[sdiy] digital control of CV

Tom Wiltshire tom at electricdruid.net
Tue Sep 4 11:18:55 CEST 2007

On 4 Sep 2007, at 08:26, jure zitnik wrote:
> david: encoders have *low* resolution. a few tens of values per
> revolution. while they're useful for some things, they feel quite
> lousy for let's say cutoff control, try to imagine. 24 values per turn
> mean that either you'll have terrible stepping (if you want to cover
> the entire range in one turn) or that you'll have to spin the knob
> like crazy to get to the other end. i know some implement
> "intelligent" acceleration, that is if you turn the encoder faster,
> the steps will be bigger (i'm talking about software of course)... but
> it just doesn't feel as good as a pot.

After a previous thread and discussion with Edward King, I got an  
alphanumeric LCD display, a pot, a rotary encoder, and a PIC  
processor together to do some experiments.

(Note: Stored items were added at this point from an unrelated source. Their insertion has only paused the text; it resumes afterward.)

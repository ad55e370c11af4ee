//! Checking a [`Model`] and resolving it into a [`Structure`]: the one place model invariants are
//! checked.

use std::collections::{BTreeMap, HashMap};

use crate::error::ModelError;
use crate::model::{
    CandidateSet, Direction, ElementId, Fixity, FixityPreset, Location, MassMatrix, Model, NodeId, Objective, Section,
    SpringEnd, Targets,
};
use crate::section::section_properties;
use crate::structure::{
    AbsorberDamping, AbsorberSpec, BeamElement, DesignSpec, DirectionSpec, LineNodes, MaterialProperties, NodalMass,
    PointForce, ResponseSpec, SpringElement, Structure, StructureNode, StudySpec, TargetSpec, bounding_diagonal,
    distance,
};

/// Default modal damping ratio of elastic modes when the study gives none (1 %, common practice for
/// lightly damped metal structures).
pub const DEFAULT_MODAL_DAMPING_RATIO: f64 = 0.01;

/// Relative tolerance (of the model size) under which two points are the same node.
const MERGE_TOLERANCE: f64 = 1e-9;

/// Default snapping tolerance for `xyz` locations, as a fraction of the bounding-box diagonal.
const SNAP_FRACTION: f64 = 0.01;

/// Checks `model` and resolves names, ids and locations.
///
/// # Errors
/// The first problem found, naming the item by its JSON path and saying what is wrong.
pub fn validate(model: &Model) -> Result<Structure, ModelError> {
    let mut b = Builder::new(model)?;
    b.nodes()?;
    b.lines()?;
    b.beams()?;
    let fixed = b.supports()?;
    let springs = b.springs()?;
    let point_masses = b.point_masses()?;
    let absorbers = b.absorbers()?;
    let study = match &model.study {
        Some(s) => Some(b.study(s)?),
        None => None,
    };
    let mut structure = Structure {
        title: model.title.clone(),
        nodes: b.nodes,
        beams: b.beams,
        fixed,
        springs,
        point_masses,
        absorbers,
        lines: b.lines,
        mass_matrix: model.mass_matrix.unwrap_or(MassMatrix::Consistent),
        rigid_body_modes: model.rigid_body_modes,
        study,
        warnings: b.warnings,
    };
    if structure.total_mass().partial_cmp(&0.0) != Some(std::cmp::Ordering::Greater) {
        return Err(ModelError::NoMass);
    }
    add_connectivity_warnings(&mut structure);
    Ok(structure)
}

/// What a beam element is made from.
struct BeamSource<'s> {
    id: ElementId,
    label: String,
    at: &'s str,
    nodes: [usize; 2],
    section: &'s str,
    material: &'s str,
    orientation: Option<[f64; 3]>,
    line: Option<usize>,
}

struct Builder<'a> {
    model: &'a Model,
    materials: BTreeMap<&'a str, MaterialProperties>,
    nodes: Vec<StructureNode>,
    node_index: HashMap<NodeId, usize>,
    node_path: HashMap<NodeId, String>,
    grid: PointGrid,
    beams: Vec<BeamElement>,
    lines: Vec<LineNodes>,
    line_index: HashMap<&'a str, usize>,
    warnings: Vec<String>,
    size: f64,
}
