def _beta_rates(table: Any, where: str, endpoint: Any) -> Any:
    from ..endpoints.binary import BetaRates

    if endpoint is None or endpoint.to_dict().get("kind") != "binary":
        kind = "this table" if endpoint is None else f"a {endpoint.to_dict().get('kind')} " \
            "endpoint"
        raise DesignFileError(f"'{where}.family' = 'beta_rates' is for binary endpoints only; "
                              f"not for {kind}.")
    own = table.scale
    if own is not None and own != endpoint.scale:
        raise DesignFileError(f"'{where}.scale' is {own!r} but the endpoint's scale is "
                              f"{endpoint.scale!r}; they must agree (or leave out "
                              f"'{where}.scale').")
    control = tuple(table.control) if isinstance(table.control, list) else table.control
    treatment = tuple(table.treatment) if isinstance(table.treatment, list) else \
        table.treatment
    return BetaRates(control, treatment, endpoint.scale)


def _scipy_prior(table: Any, where: str) -> Any:
    """A scipy.stats prior: a fast distribution, its parameters checked by name."""
    from ..priors.families import (
        FAST_SCIPY_DISTRIBUTIONS,
        FromScipy,
        scipy_parameter_names,
        scipy_parameter_problems,
        scipy_takes,
    )

    name = table.name
    if name not in FAST_SCIPY_DISTRIBUTIONS:
        from scipy import stats

        known = isinstance(getattr(stats, name, None), stats.rv_continuous)
        hint = "" if known else did_you_mean(name, FAST_SCIPY_DISTRIBUTIONS)
        why = (f"scipy.stats.{name} computes its distribution and quantile functions "
               "numerically at every point, which can take hours over a plan; only "
               "distributions with fast ones are allowed" if known else
               "it must name a continuous scipy.stats distribution with fast distribution "
               "and quantile functions")
        raise DesignFileError(
            f"'{where}.name' = {name!r} cannot be used: {why} (e.g. logistic, gamma, "
            f"lognorm, weibull_min, t; docs/design-file.md lists them all).{hint}")
    from scipy import stats

    gen = getattr(stats, name)
    problems = scipy_parameter_problems(gen, dict(table.parameters))
    if problems:
        texts = []
        for parameter, text in problems:
            if parameter and parameter in table.parameters:
                hint = ""
                if parameter not in scipy_parameter_names(gen):  # a misspelt name
                    hint = did_you_mean(parameter, [n for n in scipy_parameter_names(gen)
                                                    if n not in table.parameters])
                texts.append(f"'{where}.parameters.{parameter}' {text}.{hint}")
            elif parameter:  # a shape left out
                texts.append(f"'{where}.parameters.{parameter}' {text}.")
            else:
                texts.append(f"'{where}.parameters' of scipy.stats.{name} {text}.")
        texts[-1] += f" {scipy_takes(gen)}"
        error = DesignFileError(texts[0])
        error.problems = texts  # type: ignore[attr-defined]
        raise error
    frozen = gen(**table.parameters)
    with np.errstate(all="ignore"):
        finite = np.all(np.isfinite(frozen.support())) or np.isfinite(frozen.mean())
    if not finite:
        given = ", ".join(f"{k}={v:g}" for k, v in table.parameters.items())
        raise DesignFileError(
            f"'{where}': scipy.stats.{name}({given}) has no finite mean; a design-file prior "
            "needs one (use a distribution with lighter tails, e.g. 't' with df > 1, or "
            "bounded support).")
    return FromScipy(frozen)
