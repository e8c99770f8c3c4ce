"""Precision planning: how wide the posterior interval will be, as n grows.

A significant result says an effect exists, not how big it is. For a model of the data and
two priors (the **analysis prior**, which the final posterior uses, and the **design
prior**, which generates the data; by default the same), this module reports for each
sample size the distribution of the posterior interval width over the prior predictive
distribution of the data, and finds the sample size meeting a precision target under the
criteria of Joseph, Wolfson & du Berger (1995) and Joseph & Belisle (1997):

* **ALC** (average length): fixed coverage, average width ``<= length``;
* **ACC** (average coverage): fixed length, average posterior coverage ``>= coverage``;
* **WOC** (worst outcome): width ``<= length`` for every possible data set;
* **MWOC** (modified worst outcome): the same over the most likely ``likely_share`` of data
  sets.

Models (each a small frozen dataclass):

* :class:`NormalMean`: a mean or a difference of means, SD known (exact, closed form);
* :class:`NormalMeanUnknownSD`: a mean, SD unknown, normal-gamma priors (exact up to
  quadrature);
* :class:`OneProportion`: one proportion, beta prior (exact enumeration, or simulation);
* :class:`TwoProportions`: difference or log odds ratio of two proportions (simulation);
* :class:`HazardRatio`: log hazard ratio (simulation);
* :class:`RateRatio`: log rate ratio of counts (simulation).

Entry points: :func:`interval_width_curve` (an ``xarray.Dataset`` over ``n``) and
:func:`solve_precision_n` (a :class:`PrecisionAnswer`).

Examples
--------
>>> from assurance.precision import BetaPrior, OneProportion, solve_precision_n
>>> model = OneProportion(prior=BetaPrior(1, 1))
>>> ans = solve_precision_n(model, length=0.2, criterion="ALC")
>>> ans.reached, ans.n_total
(True, 56)
"""

from __future__ import annotations

import json
import math
from abc import ABC, abstractmethod
from collections.abc import Callable, Sequence
from dataclasses import asdict, dataclass
from typing import Any, ClassVar, Literal

import numpy as np
from scipy import special

from .._validation import check_choice, check_int, check_real, check_real_array
from ..compute import interval_width as engine
from ..endpoints.base import TwoArmSizing
from ..errors import AssuranceInputError
from ..priors.families import Normal, Prior

__all__ = [
    "BetaPrior",
    "NormalGammaPrior",
    "PrecisionModel",
    "NormalMean",
    "NormalMeanUnknownSD",
    "OneProportion",
    "TwoProportions",
    "HazardRatio",
    "RateRatio",
    "PrecisionAnswer",
    "interval_width_curve",
    "solve_precision_n",
    "CRITERIA",
    "INTERVALS",
]

Interval = Literal["highest_density", "equal_tailed"]
Criterion = Literal["ALC", "ACC", "WOC", "MWOC"]
Method = Literal["auto", "exact", "simulation"]
INTERVALS: tuple[str, ...] = ("highest_density", "equal_tailed")
CRITERIA: tuple[str, ...] = ("ALC", "ACC", "WOC", "MWOC")
METHODS: tuple[str, ...] = ("auto", "exact", "simulation")

DEFAULT_DRAWS = 2000
DEFAULT_POSTERIOR_DRAWS = 2000
DEFAULT_SEED = 20260101
#: largest sample size for exact enumeration of a proportion (memory grows with n)
MAX_ENUMERATED_N = 2_000_000
#: outcomes enumerated per batch of sample sizes
_BATCH_OUTCOMES = 1_000_000
#: largest sample size any function accepts
MAX_N = 10**9

_INTERVAL_TEXT = {"highest_density": "highest-density", "equal_tailed": "equal-tailed"}
_SCALES = ("difference", "log_odds_ratio", "log_risk_ratio")
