def _describe(d: dict[str, Any]) -> str:
    d = dict(d)
    family = d.pop("family")
    if family == "mixture":
        return "mixture(" + " + ".join(
            f"{w:g} x {_describe(c)}" for w, c in zip(d["weights"], d["components"], strict=True)
        ) + ")"
    args = ", ".join(
        f"{k}={v:g}" if isinstance(v, float | int) else f"{k}={v}" for k, v in d.items()
    )
    return f"{family}({args})"


class _Continuous(Prior):
    """A continuous family backed by a frozen scipy distribution ``self._dist``."""

    _dist: Any

    def pdf(self, x: Any) -> np.ndarray:
        return self._dist.pdf(x)

    def cdf(self, x: Any) -> np.ndarray:
        return self._dist.cdf(x)

    def sf(self, x: Any) -> np.ndarray:
        return self._dist.sf(x)

    def prob_above(self, x: float, *, inclusive: bool = False) -> float:
        return float(self._dist.sf(x))

    def ppf(self, q: float) -> float:
        q = _q(q, self)
        return float(self._dist.ppf(q))

    def sample(self, size: int, seed: RandomLike = None) -> np.ndarray:
        size = _size(size, self)
        return np.asarray(self._dist.rvs(size=size, random_state=_rng(seed)), dtype=float)

    def mean(self) -> float:
        return float(self._dist.mean())

    def var(self) -> float:
        return float(self._dist.var())

    def support(self) -> tuple[float, float]:
        lo, hi = self._dist.support()
        return float(lo), float(hi)


class Normal(_Continuous):
    """Normal prior ``N(mean, sd^2)``.

    Examples
    --------
    >>> round(Normal(2.0, 1.0).prob_above(0.0), 4)
    0.9772
    """

    def __init__(self, mean: float, sd: float):
        self.mu = check_real(mean, "mean", "Normal")
        self.sigma = check_real(sd, "sd", "Normal", low=0, low_open=True)
        self._dist = stats.norm(self.mu, self.sigma)

    def to_dict(self) -> dict[str, Any]:
        return {"family": "normal", "mean": self.mu, "sd": self.sigma}

    def negated(self) -> Normal:
        return Normal(-self.mu, self.sigma)


class StudentT(_Continuous):
    """Student t prior with ``df`` degrees of freedom, location and scale.

    Heavier tails than a normal: a planner's way of saying "probably near ``loc``, but I
    would not be shocked by a large miss". The variance is finite only for ``df > 2``.

    Examples
    --------
    >>> round(StudentT(5, loc=1.0, scale=2.0).cdf(1.0).item(), 3)
    0.5
    """

    def __init__(self, df: float, loc: float = 0.0, scale: float = 1.0):
        self.df = check_real(df, "df", "StudentT", low=0, low_open=True)
        self.loc = check_real(loc, "loc", "StudentT")
        self.scale = check_real(scale, "scale", "StudentT", low=0, low_open=True)
        self._dist = stats.t(self.df, self.loc, self.scale)

    def mean(self) -> float:
        if self.df <= 1:
            raise AssuranceInputError(
                f"A StudentT prior with df={self.df:g} has no mean; use df > 1."
            )
        return self.loc

    def var(self) -> float:
        if self.df <= 2:
            raise AssuranceInputError(
                f"A StudentT prior with df={self.df:g} has infinite variance; use df > 2."
            )
        return float(self._dist.var())

    def to_dict(self) -> dict[str, Any]:
        return {"family": "student_t", "df": self.df, "loc": self.loc, "scale": self.scale}

    def negated(self) -> StudentT:
        return StudentT(self.df, -self.loc, self.scale)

With a pot connected to an A2D input, I was able to pick an exact  
value at 10-bit resolution. Eg: "I want 500!" twiddle, twiddle,  
nudge, nudge. You can get to any value in a few movements. 12-bit  
resolution was a bit too much, both because of increased AD jitter,  
and the difficulty of moving a pot with such accuracy. It is hard to  
set a pot at this resolution, and I wasn't able to reliably get to a  
particular value.

The rotary encoder was a 24-detent affair, like Jure mentions.  
Obviously single stepping through over a thousand values is possible  
but very slow. So then I started experimenting with measuring the  
time between detents, the rotational velocity, and incrementing the  
count proportionally (as suggested above). This was a disaster.  
Whilst the count goes up a lot if you turn fast, and slowly if you  
turn slowly, getting to any particular value is more or less  
impossible. I found I couldn't control or judge accurately how fast I  
had to turn to get a given increment. For example, if I want a value  
of 500, and the current value is 400, I need to turn at a speed that  
gives me an increment in the tens, say. How fast is that? I had no idea.
Obviously having the increment directly proportional to velocity  
wasn't getting me anywhere, so then I added a velocity curve table  
between the encoder and the increment, and experimented with various  
curves to try and improve the response. Again, no real success.  
Getting this software right is crucial, but difficult , it seems.

I'm sure this has to be possible, but I really didn't get any  
encouraging results. Does anyone know any nice commercial examples or  
has anyone tried this sort of experiment?